» Task requirements: Check every line of the material below, and show those that contain "getRecentViewer".

» Data:
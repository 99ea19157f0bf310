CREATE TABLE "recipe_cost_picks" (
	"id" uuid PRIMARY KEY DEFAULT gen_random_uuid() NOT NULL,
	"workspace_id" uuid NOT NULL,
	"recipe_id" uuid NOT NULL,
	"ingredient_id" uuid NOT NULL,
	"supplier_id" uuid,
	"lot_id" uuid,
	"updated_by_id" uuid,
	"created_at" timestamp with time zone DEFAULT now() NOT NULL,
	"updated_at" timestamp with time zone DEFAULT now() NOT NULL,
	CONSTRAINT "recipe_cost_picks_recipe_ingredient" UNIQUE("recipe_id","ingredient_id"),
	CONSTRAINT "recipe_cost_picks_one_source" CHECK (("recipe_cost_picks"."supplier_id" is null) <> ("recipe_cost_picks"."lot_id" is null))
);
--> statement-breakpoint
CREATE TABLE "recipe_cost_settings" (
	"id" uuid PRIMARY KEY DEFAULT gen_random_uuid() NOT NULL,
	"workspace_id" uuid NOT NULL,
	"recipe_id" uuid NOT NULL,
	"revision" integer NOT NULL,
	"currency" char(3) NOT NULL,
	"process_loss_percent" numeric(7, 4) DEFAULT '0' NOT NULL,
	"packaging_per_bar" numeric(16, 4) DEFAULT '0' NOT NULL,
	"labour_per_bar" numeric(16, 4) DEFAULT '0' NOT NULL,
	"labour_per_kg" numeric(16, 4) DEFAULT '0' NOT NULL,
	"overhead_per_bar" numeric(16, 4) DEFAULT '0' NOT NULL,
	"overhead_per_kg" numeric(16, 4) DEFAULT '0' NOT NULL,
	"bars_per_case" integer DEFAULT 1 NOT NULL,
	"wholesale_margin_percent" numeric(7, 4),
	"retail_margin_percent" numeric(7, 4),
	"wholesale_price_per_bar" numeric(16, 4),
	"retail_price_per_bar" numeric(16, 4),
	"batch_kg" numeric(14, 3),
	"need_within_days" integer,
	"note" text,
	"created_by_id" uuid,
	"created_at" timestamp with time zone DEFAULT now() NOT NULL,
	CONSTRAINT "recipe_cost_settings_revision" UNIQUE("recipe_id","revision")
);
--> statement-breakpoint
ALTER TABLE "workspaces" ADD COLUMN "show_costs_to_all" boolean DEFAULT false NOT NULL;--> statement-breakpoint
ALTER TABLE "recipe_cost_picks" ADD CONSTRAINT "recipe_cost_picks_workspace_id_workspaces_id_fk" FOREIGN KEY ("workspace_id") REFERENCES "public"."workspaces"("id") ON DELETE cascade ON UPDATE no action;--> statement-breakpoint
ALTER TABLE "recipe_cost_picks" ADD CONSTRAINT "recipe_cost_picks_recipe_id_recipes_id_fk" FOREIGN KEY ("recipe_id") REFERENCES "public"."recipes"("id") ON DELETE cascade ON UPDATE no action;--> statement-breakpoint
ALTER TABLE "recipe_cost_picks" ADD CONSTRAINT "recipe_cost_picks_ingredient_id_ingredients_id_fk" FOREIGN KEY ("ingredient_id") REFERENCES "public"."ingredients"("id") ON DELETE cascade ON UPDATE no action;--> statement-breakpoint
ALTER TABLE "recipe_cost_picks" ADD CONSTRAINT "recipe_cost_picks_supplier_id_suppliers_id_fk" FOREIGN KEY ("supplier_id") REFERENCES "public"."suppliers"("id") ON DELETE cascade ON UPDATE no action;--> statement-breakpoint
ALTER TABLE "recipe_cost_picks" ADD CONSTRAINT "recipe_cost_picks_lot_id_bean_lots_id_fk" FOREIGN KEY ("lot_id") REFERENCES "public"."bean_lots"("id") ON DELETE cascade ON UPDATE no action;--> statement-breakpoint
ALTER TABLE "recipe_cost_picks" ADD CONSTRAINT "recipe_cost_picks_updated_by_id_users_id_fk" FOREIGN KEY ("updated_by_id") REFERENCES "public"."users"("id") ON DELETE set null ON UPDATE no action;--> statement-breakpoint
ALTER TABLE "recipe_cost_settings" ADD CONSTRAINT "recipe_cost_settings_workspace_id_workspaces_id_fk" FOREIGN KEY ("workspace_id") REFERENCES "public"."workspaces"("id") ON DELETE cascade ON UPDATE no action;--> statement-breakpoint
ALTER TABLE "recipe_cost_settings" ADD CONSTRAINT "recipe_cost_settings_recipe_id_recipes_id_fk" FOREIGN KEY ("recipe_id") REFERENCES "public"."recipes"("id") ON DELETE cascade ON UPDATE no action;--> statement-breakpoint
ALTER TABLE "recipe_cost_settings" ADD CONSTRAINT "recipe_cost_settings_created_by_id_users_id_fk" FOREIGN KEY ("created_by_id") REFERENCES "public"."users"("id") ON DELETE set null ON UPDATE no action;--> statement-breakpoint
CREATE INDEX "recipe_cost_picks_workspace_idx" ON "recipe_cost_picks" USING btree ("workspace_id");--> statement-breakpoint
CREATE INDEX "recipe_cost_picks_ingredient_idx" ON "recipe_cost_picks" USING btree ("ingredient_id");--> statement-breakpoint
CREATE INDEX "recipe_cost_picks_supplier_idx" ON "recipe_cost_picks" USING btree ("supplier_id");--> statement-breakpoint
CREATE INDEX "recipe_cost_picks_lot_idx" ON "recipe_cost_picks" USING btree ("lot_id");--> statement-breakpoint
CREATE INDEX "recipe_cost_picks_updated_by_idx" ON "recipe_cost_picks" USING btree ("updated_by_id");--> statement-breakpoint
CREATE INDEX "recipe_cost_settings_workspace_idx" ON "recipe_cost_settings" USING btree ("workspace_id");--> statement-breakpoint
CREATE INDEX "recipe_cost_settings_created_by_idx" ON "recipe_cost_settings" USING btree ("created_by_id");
---
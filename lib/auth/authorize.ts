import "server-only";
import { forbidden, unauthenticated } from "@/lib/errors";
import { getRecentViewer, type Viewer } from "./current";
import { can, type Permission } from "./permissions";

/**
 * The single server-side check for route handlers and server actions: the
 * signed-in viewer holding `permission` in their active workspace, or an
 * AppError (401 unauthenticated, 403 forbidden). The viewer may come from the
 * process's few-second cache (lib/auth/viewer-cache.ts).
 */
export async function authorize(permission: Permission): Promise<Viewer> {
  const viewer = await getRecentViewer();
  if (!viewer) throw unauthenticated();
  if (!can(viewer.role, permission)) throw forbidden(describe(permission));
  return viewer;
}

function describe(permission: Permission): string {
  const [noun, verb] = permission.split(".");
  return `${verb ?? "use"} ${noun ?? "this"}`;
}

» Task result:
import { getRecentViewer, type Viewer } from "./current";
  const viewer = await getRecentViewer();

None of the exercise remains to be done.